§ What this task involves
Stop after the line containing "const TAKING: Record<string, string>"; retype every line of the data before it exactly, starting from the first.

Start of Available data

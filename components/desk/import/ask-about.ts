import type { FileLine, FileRefusal } from '@/lib/ports/file-line'
import { type ImportAnswer, importAnswer } from '@/lib/sync/protocol/unsent-file'

const PATH = '/api/desk/import'
const SIGNED_OUT = 'You are signed out. Sign in again, then look again.'
const LOOKING: Record<string, string> = {
  noConnection: 'No answer from the shop. Look again in a moment.',
  serverTrouble: 'The shop’s server did not answer as it should. Look again in a moment.',
  signIn: SIGNED_OUT,
}
/** The reply may have been lost after the file was taken: nothing here says that it was not. */
const NOT_SURE =
  'No answer that can be read, so it is not sure whether it was taken. Look again: what the shop has is not taken twice.'
const TAKING: Record<string, string> = {
  noConnection: NOT_SURE,
  serverTrouble: NOT_SURE,
  signIn: SIGNED_OUT,
}

/** What is shown of a file: what was last found in it, and why the last question has no answer. */
export type FileShown = { list: ImportAnswer | null; refusal: string | null }

type Question = {
  /** Take it in; else only look what is in it. */
  take: boolean
  /** What was found in this very file before; kept when the question has no answer. */
  list: ImportAnswer | null
}

/** Looks at a phone's file, or takes it in, and says what became of that (IM1, IM2). */
export async function askAbout(line: FileLine, file: Blob, asked: Question): Promise<FileShown> {
  const answer = await line.post(asked.take ? `${PATH}?do=take` : PATH, file)
  const read = answer.ok ? importAnswer.safeParse(answer.value) : null
  if (read?.success === true) return { list: read.data, refusal: null }
  const problem = answer.ok ? { kind: 'serverTrouble', title: null } : answer.problem
  return { list: asked.list, refusal: sentence(problem, asked.take ? TAKING : LOOKING) }
}

const sentence = ({ kind, title }: FileRefusal, table: Record<string, string>): string =>
  table[kind] ?? title ?? 'The file was not taken.'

End of Available data

§ Response below
filename components/desk/import/ask-about.ts
import type { FileLine, FileRefusal } from '@/lib/ports/file-line'
import { type ImportAnswer, importAnswer } from '@/lib/sync/protocol/unsent-file'

const PATH = '/api/desk/import'
const SIGNED_OUT = 'You are signed out. Sign in again, then look again.'
const LOOKING: Record<string, string> = {
  noConnection: 'No answer from the shop. Look again in a moment.',
  serverTrouble: 'The shop’s server did not answer as it should. Look again in a moment.',
  signIn: SIGNED_OUT,
}
/** The reply may have been lost after the file was taken: nothing here says that it was not. */
const NOT_SURE =
  'No answer that can be read, so it is not sure whether it was taken. Look again: what the shop has is not taken twice.'
const TAKING: Record<string, string> = {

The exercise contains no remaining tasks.